Big Bang = Big Fail

I was stunned, but not surprised (if that’s possible) to read about the Air Force’s recent decision to cancel a billion dollar software program. Led by CSC and intended to implement an Oracle system to modernize logistics, the program was years behind and hundreds of millions of dollars over budget when the ax fell.

A couple of notable quotes from the NY Times coverage:

The Defense Department says that the way the system was conceived was flawed. “We started with a Big Bang approach and put every possible requirement into the program, which made it very large and very complex,” says Elizabeth McGrath, the department’s deputy chief management officer.

Agilistas, need I really comment?

And how about this one from Grover Dunn, the Air Force director of transformation:

“We’ve never tried to change all the processes, tools and languages of all 250,000 people in our business at once, and that’s essentially what we’re about to do.”

Finally, there’s this:

Pat Phelan, a research vice president at Gartner, the information technology research company, also calls attention to the difficult and time-consuming nature of decision-making within the department.

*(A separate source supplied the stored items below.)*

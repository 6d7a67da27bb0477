"use client";
import { Bars } from "@/components/charts/bars";
import { HeatMap } from "@/components/charts/heat-map";
import { Scatter } from "@/components/charts/scatter";
import { StackedBars, type Series } from "@/components/charts/stacked-bars";
import { Trend } from "@/components/charts/trend";
import { chartTable } from "@/lib/insights/tables";
import type { InsightsData } from "@/lib/insights/types";
import type { InsightChart } from "@/lib/validation/insights";
import { ChartCard } from "./chart-card";

const utilSeries: Series[] = [
  { key: "printingH", label: "Printing", colour: "var(--color-accent)" },
  { key: "idleOpenH", label: "Idle while open", colour: "var(--color-clay)" },
  { key: "idleClosedH", label: "Idle while closed", colour: "var(--color-rule)" },
  { key: "maintenanceH", label: "Down for maintenance", colour: "var(--color-warn)" },
];
const printerColours = ["var(--color-accent)", "var(--color-overhang)", "var(--color-warn)", "var(--color-fail)", "var(--color-contact)", "var(--color-clay)"];

type Card = (chart: InsightChart) => { table: ReturnType<typeof chartTable>; csvHref: string; id: string };

export function Section({ title, children }: { title: string; children: React.ReactNode }) {
  return (
    <section className="space-y-4">
      <h2 className="text-lg font-semibold">{title}</h2>
      <div className="grid gap-4 lg:grid-cols-2">{children}</div>
    </section>
  );
}

export function PrinterSections({ d, card }: { d: InsightsData; card: Card }) {
  const noPlates = (n: number) => (n === 0 ? "No plates ended in this period." : null);
  const ended = d.failures.byPrinter.reduce((s, r) => s + r.finished + r.failed, 0);
  const printers = d.utilisation.map((u, i) => ({ key: u.printer, label: u.printer, colour: printerColours[i % printerColours.length]! }));
  return (
    <>
      <Section title="Printer time">
        <ChartCard {...card("utilisation")} title="Utilisation per printer" lead={`${d.period.hours.toFixed(1)} h in the period, split four ways; the percentage is printing time.`} empty={d.utilisation.length ? null : "No printers yet."}>
          <StackedBars title="Hours per printer by state" unit="hours" series={utilSeries} rows={d.utilisation.map((u) => ({ label: `${u.printer} ${u.utilisationPct.toFixed(0)} %`, values: { printingH: u.printingH, idleOpenH: u.idleOpenH, idleClosedH: u.idleClosedH, maintenanceH: u.maintenanceH } }))} />
        </ChartCard>
        <ChartCard {...card("heatmap")} title="When the printers print" lead={`Printing hours of all printers by weekday and hour (${d.period.timezone}).`} empty={d.heatmap.some((c) => c.hours > 0) ? null : "Nothing printed in this period."}>
          <HeatMap cells={d.heatmap} title="Printing hours by weekday and hour" />
        </ChartCard>
      </Section>
      <Section title="Failures">
        <ChartCard {...card("failures-printer")} title="Failure rate per printer" lead="Failed plates as a share of plates that finished or failed." empty={noPlates(ended)}>
          <Bars title="Failure rate per printer" unit="%" max={100} colour="var(--color-fail)" rows={d.failures.byPrinter.map((r) => ({ label: r.label, value: r.ratePct }))} />
        </ChartCard>
        <ChartCard {...card("failures-material")} title="Failure rate per material" empty={noPlates(ended)}>
          <Bars title="Failure rate per material" unit="%" max={100} colour="var(--color-fail)" rows={d.failures.byMaterial.map((r) => ({ label: r.label, value: r.ratePct }))} />
        </ChartCard>
        <ChartCard {...card("failures-reason")} title="Reasons given for failures" empty={d.failures.byReason.length ? null : "No plate failed in this period."}>
          <Bars title="Failed plates per reason" unit="plates" digits={0} colour="var(--color-fail)" rows={d.failures.byReason.map((r) => ({ label: r.reason, value: r.failed }))} />
        </ChartCard>
        <ChartCard {...card("failures-trend")} title="Failure rate over time" lead={`Reprints: ${d.failures.reprints.reprints} of ${d.failures.reprints.prints} part copies printed (${d.failures.reprints.sharePct === null ? "–" : d.failures.reprints.sharePct.toFixed(1)} %).`} empty={noPlates(ended)}>
          <Trend title="Failure rate per time bucket" unit="%" max={100} points={d.failures.trend.map((t) => ({ label: t.label, value: t.ratePct }))} />
        </ChartCard>
        <ChartCard {...card("reprints")} title="Reprints" lead="Copies printed again after a failed plate, as a share of all copies on plates that ended." empty={d.failures.reprints.prints ? null : "No part copies ended in this period."}>
          <Bars title="Reprint share" unit="%" max={100} colour="var(--color-warn)" rows={[{ label: "Reprints", value: d.failures.reprints.sharePct }]} />
        </ChartCard>
      </Section>
      <Section title="Estimates against actuals">
        <ChartCard {...card("estimates")} title="Actual ÷ estimated, per printer" lead="Above 1 the printer ran longer (or used more) than estimated; calibration pulls this toward 1." empty={d.estimates.byPrinter.some((r) => r.plates > 0) ? null : "No finished plates recorded in this period."}>
          <Bars title="Actual to estimated minutes per printer" unit="× estimate (time)" digits={3} rows={d.estimates.byPrinter.map((r) => ({ label: r.printer, value: r.timeRatio }))} />
          <Bars title="Actual to estimated grams per printer" unit="× estimate (grams, weighed plates)" digits={3} colour="var(--color-clay)" rows={d.estimates.byPrinter.map((r) => ({ label: r.printer, value: r.gramsRatio }))} />
        </ChartCard>
        <ChartCard {...card("estimates-points")} title="Estimated vs actual minutes" lead={d.estimates.pointsCapped ? "The latest plates only; the table and CSV hold the same points." : "One dot per finished plate; the dashed line is a perfect estimate."} empty={d.estimates.points.length ? null : "No finished plates recorded in this period."}>
          <Scatter title="Estimated against actual minutes" unit="min" series={printers} points={d.estimates.points.map((p) => ({ group: p.printer, x: p.estimatedMin, y: p.actualMin }))} />
        </ChartCard>
      </Section>
      <Section title="Material">
        <ChartCard {...card("material-use")} title="Grams used per material and colour" lead="Finished plates: weighed grams, else the estimate." empty={d.material.use.length ? null : "No plates finished in this period."}>
          <Bars title="Grams used per material and colour" unit="g" digits={0} colour="var(--color-clay)" rows={d.material.use.map((u) => ({ label: `${u.material} ${u.colour}`, value: u.grams }))} />
        </ChartCard>
        <ChartCard {...card("stock")} title="Days of stock left" lead="Spool stock now, at the period's rate of use. Materials not used in the period have no rate." empty={d.material.stock.some((s) => s.daysLeft !== null) ? null : "No stock was used in this period."}>
          <Bars title="Days of stock left per material and colour" unit="days" digits={0} colour="var(--color-contact)" rows={d.material.stock.filter((s) => s.daysLeft !== null).map((s) => ({ label: `${s.material} ${s.colour}`, value: s.daysLeft }))} />
        </ChartCard>
      </Section>
    </>
  );
}
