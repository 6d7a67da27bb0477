// GET /api/materials: materials with spools in stock, low-stock flags and cautions (operators and admins).
// POST /api/materials: add a material with its density, source and price (admins only).
import { NextResponse } from "next/server";
import { errorResponse, readJson } from "@/lib/server/errors";
import { createMaterial, listMaterials } from "@/lib/server/materials";
import { requireUser } from "@/lib/server/session";
import { materialInput } from "@/lib/validation/materials";
import { assertSameOrigin } from "@/lib/server/origin";

export async function GET() {
  try {
    const user = await requireUser("materials:view");
    return NextResponse.json(await listMaterials(user));
  } catch (e) {
    return errorResponse(e);
  }
}

export async function POST(req: Request) {
  try {
    assertSameOrigin(req);
    const user = await requireUser("materials:manage");
    const input = materialInput.parse(await readJson(req));
    return NextResponse.json(await createMaterial(user, input), { status: 201 });
  } catch (e) {
    return errorResponse(e);
  }
}
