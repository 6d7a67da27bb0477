"use client";
import { useQuery } from "@tanstack/react-query";
import { useState } from "react";
import { Notice } from "@/components/ui/notice";
import { chartTable } from "@/lib/insights/tables";
import type { InsightsData } from "@/lib/insights/types";
import { chartCsvUrl, insightsQueryOptions, periodSearch, type PeriodParams } from "@/lib/queries/insights";
import type { InsightChart } from "@/lib/validation/insights";
import { MemberSection } from "./member-section";
import { PeriodPicker } from "./period-picker";
import { PrinterSections } from "./printer-sections";

/** The insights page body: the period switch, then every chart; the first period arrives with the page. */
export function InsightsView({ initial, initialParams }: { initial: InsightsData; initialParams: PeriodParams }) {
  const [params, setParams] = useState<PeriodParams>(initialParams);
  const same = periodSearch(params) === periodSearch(initialParams);
  const q = useQuery({ ...insightsQueryOptions(params), initialData: same ? initial : undefined, placeholderData: (prev) => prev });
  const change = (p: PeriodParams) => {
    setParams(p);
    // Keep the address in step so a reload or a shared link shows the same period.
    window.history.replaceState(null, "", `/insights?${periodSearch(p)}`);
  };
  const d = q.data;
  const card = (chart: InsightChart) => ({ id: chart, table: d ? chartTable(d, chart) : { columns: [], rows: [] }, csvHref: chartCsvUrl(chart, params) });
  return (
    <div className="space-y-8">
      <div className="flex flex-wrap items-end justify-between gap-4">
        <PeriodPicker value={params} onChange={change} />
        <p className="text-sm text-ink-soft" aria-live="polite">
          {q.isFetching ? "Loading the period…" : d ? `${d.period.from} to ${d.period.to} (${d.period.timezone})` : null}
        </p>
      </div>
      {q.isError ? <Notice tone="fail" title="The insights could not be loaded.">{q.error.message}</Notice> : null}
      {d ? (
        <div className={`space-y-10 ${q.isFetching ? "opacity-60" : ""}`}>
          <PrinterSections d={d} card={card} />
          <MemberSection d={d} card={card} />
        </div>
      ) : q.isPending ? (
        <p role="status" className="py-10 text-sm text-ink-soft">
          Loading…
        </p>
      ) : null}
    </div>
  );
}
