@dataclass(frozen=True)
class Position:
    """A candidate mounting position.

    ``kind`` is ``roof`` (on ``building_id``), ``gap`` (in the passage between the two
    ``gap_buildings``) or ``mast`` (free-standing on the ground).
    """

    id: str
    kind: str
    x_m: float
    y_m: float
    mast_height_m: float
    building_id: str = ""
    gap_buildings: tuple[str, ...] = ()
    note: str = ""

    def __post_init__(self):
        p = Problems()
        _id(p, "id", self.id)
        _choice(p, "kind", self.kind, POSITION_KINDS)
        check_range(p, "x_m", self.x_m, -1e5, 1e5, "m")
        check_range(p, "y_m", self.y_m, -1e5, 1e5, "m")
        check_range(p, "mast_height_m", self.mast_height_m, 0.5, 60, "m")
        if self.kind == "roof" and not self.building_id:
            p.add("building_id", "a roof position must name the building it stands on")
        if self.kind == "gap" and len(self.gap_buildings) != 2:
            p.add("gap_buildings", f"a gap position must name exactly two buildings, "
                                   f"got {len(self.gap_buildings)}")
        _raise(p)
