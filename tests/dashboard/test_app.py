"""The dashboard's steps through Streamlit's AppTest: demo, validation, what-ifs, site files."""
from __future__ import annotations

import ast
import io
import json
import re
from pathlib import Path

import numpy as np
import pandas as pd
import pytest
from streamlit.testing.v1 import AppTest

from dashboard import exports, results_view
from engine import cli
from engine.chain import documents
from engine.chain import pipeline
from engine.io import sitefile


def shown(markdown: str) -> str:
    """The text a person reads from Markdown source whose user text is backslash-escaped."""
    return re.sub(r"\\(.)", r"\1", markdown).replace("\u200b", "")  # escapes, word breaks


ROOT = Path(__file__).resolve().parents[2]
APP = str(ROOT / "dashboard" / "app.py")
DEMO = ROOT / "demo_sites" / "larkspur_yard.json"
PAGES = ["steps/step_site.py", "steps/step_climate.py", "steps/step_layout.py",
         "steps/step_turbines.py", "steps/step_results.py", "steps/step_summary.py",
         "steps/step_compare.py"]
ALT = "w|site.altitude_m|length|m"


def _app() -> AppTest:
    at = AppTest.from_file(APP, default_timeout=60)
    at.run()
    assert not at.exception, at.exception
    return at


def _go(at: AppTest, page: str) -> AppTest:
    at.switch_page(page).run()
    assert not at.exception, at.exception
    return at


def _texts(at: AppTest, kind: str) -> list:
    return [shown(e.value) for e in getattr(at, kind)]


@pytest.fixture(scope="module")
def demo_eval():
    return pipeline.evaluate(sitefile.load(DEMO))


def test_opens_on_the_demo_site_with_no_input():
    """The first page is the site step with the built-in demo loaded and every step complete."""
    at = _app()
    assert at.title[0].value == "1. Site"
    assert at.text_input(key="w|site.name|plain|-").value.startswith("Larkspur Yard")
    assert "All steps complete." in _texts(at, "success")
    # the standing cautions panel names every hazard (common practice for small wind)
    md = " ".join(_texts(at, "markdown"))
    for hazard in ("Working at height", "Roof structure", "Mast loads", "Electrical work",
                   "Noise for neighbours", "Planning permission"):
        assert hazard in md


@pytest.mark.parametrize("page", PAGES)
def test_every_step_draws_without_error(page):
    """Every step renders for the demo site without an exception or an error message."""
    at = _go(_app(), page)
    assert not _texts(at, "error")


def test_walking_every_step_changes_nothing():
    """Visiting every step, twice, leaves the site file byte for byte as loaded."""
    at = _app()
    for page in PAGES + PAGES[::-1]:
        _go(at, page)
    assert exports.site_file_bytes(at.session_state["valid"]) == DEMO.read_bytes()
    assert not at.session_state["problems"]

She advocates empowering small groups to make necessary decisions, as is done in the private sector, but she does not expect the department to change. “That mind-set, that cultural shift, is not something I expect to happen in my lifetime,” she said.

For teams attempting to put Lean Startup methods into place in the enterprise, that is a chilling assessment.

If all this sounds bleak, let me point out that there is hope. Jeff Sutherland points us to the relatively recent changes in IT policy and software procurement processes at DoD. And with people like US CTO Todd Park leading the charge for leaner approaches to technology development, perhaps we have cause for some optimism? Check out Park’s recent talk (talk starts at 19:30 into the recording) at the Lean Startup Conference if you’d like a little inspiration.